§ **WHAT YOU HAVE TO DO**: Only one stretch of the data is wanted: the line containing "await using(app.href, async", the line containing "roleAddresses(restored.restoredUrl, 'another secret');", and every line between them, copied exactly.

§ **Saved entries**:
┏━━

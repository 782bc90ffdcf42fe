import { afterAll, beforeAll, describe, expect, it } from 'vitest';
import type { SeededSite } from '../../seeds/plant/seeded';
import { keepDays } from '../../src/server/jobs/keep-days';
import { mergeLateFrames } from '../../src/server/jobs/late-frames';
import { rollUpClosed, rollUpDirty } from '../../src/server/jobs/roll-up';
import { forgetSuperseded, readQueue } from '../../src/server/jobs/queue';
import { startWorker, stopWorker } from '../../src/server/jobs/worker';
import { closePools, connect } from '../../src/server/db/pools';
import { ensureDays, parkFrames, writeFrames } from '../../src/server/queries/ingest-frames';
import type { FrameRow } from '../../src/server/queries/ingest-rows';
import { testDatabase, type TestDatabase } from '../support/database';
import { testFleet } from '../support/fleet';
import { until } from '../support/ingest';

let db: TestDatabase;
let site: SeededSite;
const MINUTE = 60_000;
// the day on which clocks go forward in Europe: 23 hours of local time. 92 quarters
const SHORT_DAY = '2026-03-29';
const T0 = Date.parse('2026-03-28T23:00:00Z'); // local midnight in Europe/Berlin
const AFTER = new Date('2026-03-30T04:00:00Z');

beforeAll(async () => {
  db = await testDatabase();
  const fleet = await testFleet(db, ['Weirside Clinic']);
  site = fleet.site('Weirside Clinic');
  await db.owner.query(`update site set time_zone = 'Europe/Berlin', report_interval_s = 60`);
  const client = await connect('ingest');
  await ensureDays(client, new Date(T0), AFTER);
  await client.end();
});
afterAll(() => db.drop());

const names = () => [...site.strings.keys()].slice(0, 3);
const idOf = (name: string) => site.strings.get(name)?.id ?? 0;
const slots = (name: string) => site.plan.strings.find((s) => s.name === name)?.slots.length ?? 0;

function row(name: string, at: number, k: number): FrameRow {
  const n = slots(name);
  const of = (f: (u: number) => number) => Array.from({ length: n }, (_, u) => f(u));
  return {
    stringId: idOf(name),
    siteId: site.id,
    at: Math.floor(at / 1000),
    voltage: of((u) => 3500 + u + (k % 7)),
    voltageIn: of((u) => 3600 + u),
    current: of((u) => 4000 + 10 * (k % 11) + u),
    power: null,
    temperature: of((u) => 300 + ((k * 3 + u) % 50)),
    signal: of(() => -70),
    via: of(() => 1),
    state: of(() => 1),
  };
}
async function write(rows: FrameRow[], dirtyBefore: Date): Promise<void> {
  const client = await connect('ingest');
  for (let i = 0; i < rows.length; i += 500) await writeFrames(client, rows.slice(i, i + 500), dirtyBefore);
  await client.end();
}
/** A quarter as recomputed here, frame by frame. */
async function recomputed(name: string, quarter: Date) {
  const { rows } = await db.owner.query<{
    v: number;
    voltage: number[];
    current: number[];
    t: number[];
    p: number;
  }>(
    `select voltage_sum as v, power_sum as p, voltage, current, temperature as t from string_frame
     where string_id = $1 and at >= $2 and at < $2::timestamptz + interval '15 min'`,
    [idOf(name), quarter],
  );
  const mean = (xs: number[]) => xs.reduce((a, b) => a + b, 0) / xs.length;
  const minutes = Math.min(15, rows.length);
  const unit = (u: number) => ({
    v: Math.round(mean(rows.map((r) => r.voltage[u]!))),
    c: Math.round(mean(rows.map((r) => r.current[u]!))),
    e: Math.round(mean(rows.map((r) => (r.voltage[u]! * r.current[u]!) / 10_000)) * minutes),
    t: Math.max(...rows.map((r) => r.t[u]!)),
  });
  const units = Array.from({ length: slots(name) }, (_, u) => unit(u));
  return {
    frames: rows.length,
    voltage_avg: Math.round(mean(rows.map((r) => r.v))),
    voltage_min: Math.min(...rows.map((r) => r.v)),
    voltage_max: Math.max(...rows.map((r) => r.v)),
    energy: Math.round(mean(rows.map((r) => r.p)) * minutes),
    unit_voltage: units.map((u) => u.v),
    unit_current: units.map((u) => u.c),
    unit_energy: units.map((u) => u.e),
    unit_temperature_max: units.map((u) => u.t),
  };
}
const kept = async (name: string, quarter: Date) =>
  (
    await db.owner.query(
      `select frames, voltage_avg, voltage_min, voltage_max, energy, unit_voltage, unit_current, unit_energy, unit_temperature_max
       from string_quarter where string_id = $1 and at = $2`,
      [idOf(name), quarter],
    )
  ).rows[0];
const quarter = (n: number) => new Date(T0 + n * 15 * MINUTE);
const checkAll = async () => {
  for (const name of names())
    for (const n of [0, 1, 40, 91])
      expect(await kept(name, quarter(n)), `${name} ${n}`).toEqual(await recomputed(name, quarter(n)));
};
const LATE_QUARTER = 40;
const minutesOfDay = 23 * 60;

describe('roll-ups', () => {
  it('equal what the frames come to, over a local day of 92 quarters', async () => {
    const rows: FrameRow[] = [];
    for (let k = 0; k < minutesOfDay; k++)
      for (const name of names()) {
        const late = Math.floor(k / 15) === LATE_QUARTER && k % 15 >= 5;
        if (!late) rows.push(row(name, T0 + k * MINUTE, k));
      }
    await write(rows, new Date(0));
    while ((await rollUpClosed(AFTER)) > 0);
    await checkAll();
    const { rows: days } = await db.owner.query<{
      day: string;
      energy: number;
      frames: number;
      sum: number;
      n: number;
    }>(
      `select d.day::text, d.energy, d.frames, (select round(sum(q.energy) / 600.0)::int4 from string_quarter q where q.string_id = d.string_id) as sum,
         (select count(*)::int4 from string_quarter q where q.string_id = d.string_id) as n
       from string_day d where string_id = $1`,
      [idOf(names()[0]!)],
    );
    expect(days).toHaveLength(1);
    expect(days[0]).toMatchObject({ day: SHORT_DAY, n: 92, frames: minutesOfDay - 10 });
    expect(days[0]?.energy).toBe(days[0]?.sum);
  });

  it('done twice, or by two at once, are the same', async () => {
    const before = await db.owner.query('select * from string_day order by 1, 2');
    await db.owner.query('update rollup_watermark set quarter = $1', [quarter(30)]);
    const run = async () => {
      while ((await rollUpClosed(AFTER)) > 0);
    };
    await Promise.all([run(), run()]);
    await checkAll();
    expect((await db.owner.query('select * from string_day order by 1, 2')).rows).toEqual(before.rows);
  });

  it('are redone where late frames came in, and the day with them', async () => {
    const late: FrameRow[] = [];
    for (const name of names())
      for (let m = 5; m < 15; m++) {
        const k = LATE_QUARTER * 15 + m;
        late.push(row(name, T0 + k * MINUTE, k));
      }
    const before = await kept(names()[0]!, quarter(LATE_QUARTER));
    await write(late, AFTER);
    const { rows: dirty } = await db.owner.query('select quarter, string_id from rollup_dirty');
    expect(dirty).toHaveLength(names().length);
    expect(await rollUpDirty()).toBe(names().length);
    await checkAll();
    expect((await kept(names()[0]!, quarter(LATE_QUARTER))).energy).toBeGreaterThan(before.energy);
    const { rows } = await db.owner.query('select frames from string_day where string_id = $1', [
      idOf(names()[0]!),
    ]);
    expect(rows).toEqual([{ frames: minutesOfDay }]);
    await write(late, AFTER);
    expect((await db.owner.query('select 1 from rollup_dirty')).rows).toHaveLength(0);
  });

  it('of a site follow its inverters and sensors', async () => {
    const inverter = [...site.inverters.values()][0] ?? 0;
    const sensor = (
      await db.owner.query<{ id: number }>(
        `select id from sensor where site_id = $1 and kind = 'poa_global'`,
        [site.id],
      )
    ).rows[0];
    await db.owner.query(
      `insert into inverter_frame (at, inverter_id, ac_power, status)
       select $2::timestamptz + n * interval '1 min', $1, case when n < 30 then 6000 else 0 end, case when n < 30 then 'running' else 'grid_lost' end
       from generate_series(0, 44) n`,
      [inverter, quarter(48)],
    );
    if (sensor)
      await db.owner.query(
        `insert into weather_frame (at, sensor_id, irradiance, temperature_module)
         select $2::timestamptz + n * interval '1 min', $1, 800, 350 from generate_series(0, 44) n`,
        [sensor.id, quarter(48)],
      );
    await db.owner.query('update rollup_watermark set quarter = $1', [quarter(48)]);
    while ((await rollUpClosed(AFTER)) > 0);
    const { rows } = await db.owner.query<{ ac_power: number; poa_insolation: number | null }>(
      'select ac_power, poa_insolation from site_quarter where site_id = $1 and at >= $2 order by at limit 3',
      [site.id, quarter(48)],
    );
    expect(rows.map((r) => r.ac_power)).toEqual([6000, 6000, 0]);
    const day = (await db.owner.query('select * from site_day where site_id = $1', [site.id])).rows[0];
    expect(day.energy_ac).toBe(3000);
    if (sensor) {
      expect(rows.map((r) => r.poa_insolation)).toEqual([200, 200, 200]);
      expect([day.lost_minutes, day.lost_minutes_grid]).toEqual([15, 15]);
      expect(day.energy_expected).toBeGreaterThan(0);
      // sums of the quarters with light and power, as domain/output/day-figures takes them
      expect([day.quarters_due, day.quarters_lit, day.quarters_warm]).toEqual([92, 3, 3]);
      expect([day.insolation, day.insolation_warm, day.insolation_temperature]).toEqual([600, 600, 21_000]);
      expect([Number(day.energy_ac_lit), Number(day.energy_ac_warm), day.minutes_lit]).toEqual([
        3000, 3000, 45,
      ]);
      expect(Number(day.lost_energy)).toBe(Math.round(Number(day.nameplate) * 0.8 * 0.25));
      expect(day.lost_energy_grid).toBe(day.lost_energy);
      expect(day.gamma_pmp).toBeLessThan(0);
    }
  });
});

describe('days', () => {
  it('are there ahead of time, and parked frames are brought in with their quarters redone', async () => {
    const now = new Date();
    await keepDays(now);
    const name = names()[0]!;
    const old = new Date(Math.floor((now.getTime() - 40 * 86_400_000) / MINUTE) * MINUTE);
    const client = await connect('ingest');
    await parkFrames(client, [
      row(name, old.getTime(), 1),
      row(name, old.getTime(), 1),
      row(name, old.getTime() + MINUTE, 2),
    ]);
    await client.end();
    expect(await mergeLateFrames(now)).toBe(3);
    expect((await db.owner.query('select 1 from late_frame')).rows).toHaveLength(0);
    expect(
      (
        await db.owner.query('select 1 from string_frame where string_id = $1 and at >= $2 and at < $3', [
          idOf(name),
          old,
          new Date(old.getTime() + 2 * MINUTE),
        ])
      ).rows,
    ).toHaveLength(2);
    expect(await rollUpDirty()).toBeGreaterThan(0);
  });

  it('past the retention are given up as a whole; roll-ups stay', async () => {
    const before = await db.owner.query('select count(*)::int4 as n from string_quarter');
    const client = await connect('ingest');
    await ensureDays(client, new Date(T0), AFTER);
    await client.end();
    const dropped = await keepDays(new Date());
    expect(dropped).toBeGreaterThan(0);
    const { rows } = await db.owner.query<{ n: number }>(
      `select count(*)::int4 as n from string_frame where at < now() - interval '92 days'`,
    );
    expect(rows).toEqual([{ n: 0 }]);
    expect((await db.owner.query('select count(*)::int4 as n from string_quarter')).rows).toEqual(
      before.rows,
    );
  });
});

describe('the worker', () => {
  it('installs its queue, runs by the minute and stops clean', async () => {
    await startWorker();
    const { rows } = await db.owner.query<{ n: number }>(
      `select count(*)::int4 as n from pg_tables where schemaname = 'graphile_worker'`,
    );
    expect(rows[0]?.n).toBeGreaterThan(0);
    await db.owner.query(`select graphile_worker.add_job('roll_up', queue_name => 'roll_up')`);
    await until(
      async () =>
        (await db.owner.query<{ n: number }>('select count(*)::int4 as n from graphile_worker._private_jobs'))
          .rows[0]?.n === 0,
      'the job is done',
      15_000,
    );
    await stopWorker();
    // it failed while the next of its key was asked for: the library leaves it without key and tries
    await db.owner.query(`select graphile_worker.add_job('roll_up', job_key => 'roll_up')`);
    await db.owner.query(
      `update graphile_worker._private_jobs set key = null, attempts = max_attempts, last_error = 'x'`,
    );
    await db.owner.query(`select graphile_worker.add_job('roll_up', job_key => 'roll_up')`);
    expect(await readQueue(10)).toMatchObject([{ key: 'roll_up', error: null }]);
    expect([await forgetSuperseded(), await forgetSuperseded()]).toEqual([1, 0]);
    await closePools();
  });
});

┗━━
┏━━

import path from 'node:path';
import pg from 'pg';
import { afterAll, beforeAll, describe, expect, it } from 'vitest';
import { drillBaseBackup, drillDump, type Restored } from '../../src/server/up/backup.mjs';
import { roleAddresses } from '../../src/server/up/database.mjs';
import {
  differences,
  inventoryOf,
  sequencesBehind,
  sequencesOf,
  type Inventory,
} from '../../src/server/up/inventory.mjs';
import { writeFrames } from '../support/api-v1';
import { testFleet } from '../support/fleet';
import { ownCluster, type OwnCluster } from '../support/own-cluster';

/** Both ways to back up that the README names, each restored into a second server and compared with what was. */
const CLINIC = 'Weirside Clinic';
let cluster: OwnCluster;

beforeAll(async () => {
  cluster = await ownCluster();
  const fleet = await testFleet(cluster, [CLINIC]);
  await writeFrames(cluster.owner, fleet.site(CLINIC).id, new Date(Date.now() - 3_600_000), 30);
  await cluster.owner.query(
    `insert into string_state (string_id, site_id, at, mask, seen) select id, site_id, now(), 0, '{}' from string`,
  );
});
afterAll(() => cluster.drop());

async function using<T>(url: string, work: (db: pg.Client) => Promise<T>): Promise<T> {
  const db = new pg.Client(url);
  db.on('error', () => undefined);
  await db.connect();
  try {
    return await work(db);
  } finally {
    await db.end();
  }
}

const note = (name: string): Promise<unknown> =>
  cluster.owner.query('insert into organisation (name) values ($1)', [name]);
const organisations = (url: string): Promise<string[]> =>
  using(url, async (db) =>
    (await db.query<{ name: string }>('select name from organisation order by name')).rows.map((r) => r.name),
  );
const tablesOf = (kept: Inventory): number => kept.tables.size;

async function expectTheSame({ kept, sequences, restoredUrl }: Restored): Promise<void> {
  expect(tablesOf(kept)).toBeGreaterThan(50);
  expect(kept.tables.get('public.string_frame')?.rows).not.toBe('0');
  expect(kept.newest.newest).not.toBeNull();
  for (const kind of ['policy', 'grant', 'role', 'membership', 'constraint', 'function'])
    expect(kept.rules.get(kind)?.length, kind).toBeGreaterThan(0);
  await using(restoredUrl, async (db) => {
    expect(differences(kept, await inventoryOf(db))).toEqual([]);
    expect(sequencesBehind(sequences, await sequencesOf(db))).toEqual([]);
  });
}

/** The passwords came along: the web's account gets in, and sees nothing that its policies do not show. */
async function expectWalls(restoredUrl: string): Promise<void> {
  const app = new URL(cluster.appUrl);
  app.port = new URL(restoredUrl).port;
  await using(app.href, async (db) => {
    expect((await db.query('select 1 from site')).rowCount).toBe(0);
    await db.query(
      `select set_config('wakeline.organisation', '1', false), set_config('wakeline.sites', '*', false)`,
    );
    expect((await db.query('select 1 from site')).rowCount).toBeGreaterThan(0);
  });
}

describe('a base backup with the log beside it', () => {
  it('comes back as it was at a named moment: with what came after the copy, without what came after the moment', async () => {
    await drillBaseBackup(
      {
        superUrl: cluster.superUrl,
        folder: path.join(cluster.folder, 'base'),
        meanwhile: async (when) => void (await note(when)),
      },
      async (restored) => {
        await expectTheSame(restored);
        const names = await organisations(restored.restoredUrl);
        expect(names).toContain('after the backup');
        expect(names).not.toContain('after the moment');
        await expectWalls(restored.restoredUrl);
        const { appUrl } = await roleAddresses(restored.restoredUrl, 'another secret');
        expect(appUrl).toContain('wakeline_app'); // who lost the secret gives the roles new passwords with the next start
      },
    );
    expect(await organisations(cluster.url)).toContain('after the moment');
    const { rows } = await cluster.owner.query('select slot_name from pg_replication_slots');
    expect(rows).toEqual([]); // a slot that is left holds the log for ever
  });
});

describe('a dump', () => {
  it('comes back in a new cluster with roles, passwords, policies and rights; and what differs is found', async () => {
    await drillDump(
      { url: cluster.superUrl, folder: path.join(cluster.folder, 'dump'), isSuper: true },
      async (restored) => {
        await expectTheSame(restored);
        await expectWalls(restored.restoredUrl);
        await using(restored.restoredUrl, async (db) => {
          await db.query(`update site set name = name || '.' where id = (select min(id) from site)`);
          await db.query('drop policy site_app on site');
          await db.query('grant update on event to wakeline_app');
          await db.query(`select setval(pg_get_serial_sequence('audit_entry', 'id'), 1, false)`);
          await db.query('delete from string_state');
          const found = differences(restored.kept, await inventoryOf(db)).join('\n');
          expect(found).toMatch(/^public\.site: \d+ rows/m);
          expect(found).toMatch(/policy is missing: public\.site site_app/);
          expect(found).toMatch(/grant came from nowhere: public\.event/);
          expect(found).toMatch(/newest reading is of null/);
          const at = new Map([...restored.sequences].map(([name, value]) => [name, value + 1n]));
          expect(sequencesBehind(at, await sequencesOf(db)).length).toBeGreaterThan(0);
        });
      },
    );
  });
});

┗━━

§ **SOLVED PROBLEM**:
  await using(app.href, async (db) => {
    expect((await db.query('select 1 from site')).rowCount).toBe(0);
    await db.query(
      `select set_config('wakeline.organisation', '1', false), set_config('wakeline.sites', '*', false)`,
    );
    expect((await db.query('select 1 from site')).rowCount).toBeGreaterThan(0);
  });
}

describe('a base backup with the log beside it', () => {
  it('comes back as it was at a named moment: with what came after the copy, without what came after the moment', async () => {
    await drillBaseBackup(
      {
        superUrl: cluster.superUrl,
        folder: path.join(cluster.folder, 'base'),
        meanwhile: async (when) => void (await note(when)),
      },
      async (restored) => {
        await expectTheSame(restored);
        const names = await organisations(restored.restoredUrl);
        expect(names).toContain('after the backup');
        expect(names).not.toContain('after the moment');
        await expectWalls(restored.restoredUrl);
        const { appUrl } = await roleAddresses(restored.restoredUrl, 'another secret');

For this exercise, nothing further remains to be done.